**TASK TO CARRY OUT:** Give only the number of lines in these records that include "export".

**INFORMATION GIVEN:**
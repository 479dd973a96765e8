/** What a draw of figures comes to in the quantities of the circuit. */
import type { Shift } from '../../network/shift.ts';
import type { AssumedFigure, Move } from './assumedFigures.ts';

/** The change that a draw makes: `t` from 0 (low) through 0.5 (the value) to 1 (high). */
export function moved({ toLow, toHigh }: Pick<Move, 'toLow' | 'toHigh'>, t: number): number {
  return t < 0.5 ? (1 - 2 * t) * toLow : (2 * t - 1) * toHigh;
}

/** Gathers the moves of all figures by the quantity that they move. */
export class FigureChanges {
  /** Each quantity once, in the order of `changes` as `write` fills them. */
  readonly shifts: readonly Shift[];
  private readonly figures: readonly AssumedFigure[];
  /** By figure and move: its place among the shifts. */
  private readonly places: readonly (readonly number[])[];
  private readonly factors: Float64Array;
  private readonly bases: Float64Array;

  constructor(figures: readonly AssumedFigure[]) {
    const place = new Map<string, number>();
    const shifts: Shift[] = [];
    this.places = figures.map(({ moves }) =>
      moves.map(({ shift }) => {
        const name = `${shift.quantity} ${shift.part}`;
        const known = place.get(name);
        if (known !== undefined) return known;
        place.set(name, shifts.length);
        return shifts.push(shift) - 1;
      }),
    );
    this.shifts = shifts;
    this.figures = figures;
    this.factors = new Float64Array(shifts.length);
    this.bases = new Float64Array(shifts.length);
  }

  /** The changes for figures at `at(f)`, each between 0 (its low) and 1 (its high), 0.5 being its value. */
  write(changes: Float64Array, at: (figure: number) => number): void {
    changes.fill(0);
    this.factors.fill(1);
    this.figures.forEach(({ moves }, f) => {
      const t = at(f);
      moves.forEach((move, k) => {
        const place = this.places[f]![k]!;
        const change = moved(move, t);
        if (move.base === undefined) changes[place]! += change;
        else {
          this.bases[place] = move.base;
          this.factors[place]! *= 1 + change / move.base;
        }
      });
    });
    for (let place = 0; place < changes.length; place++) {
      if (this.factors[place] !== 1) changes[place]! += this.bases[place]! * (this.factors[place]! - 1);
    }
  }
}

**RESPONSE:** 2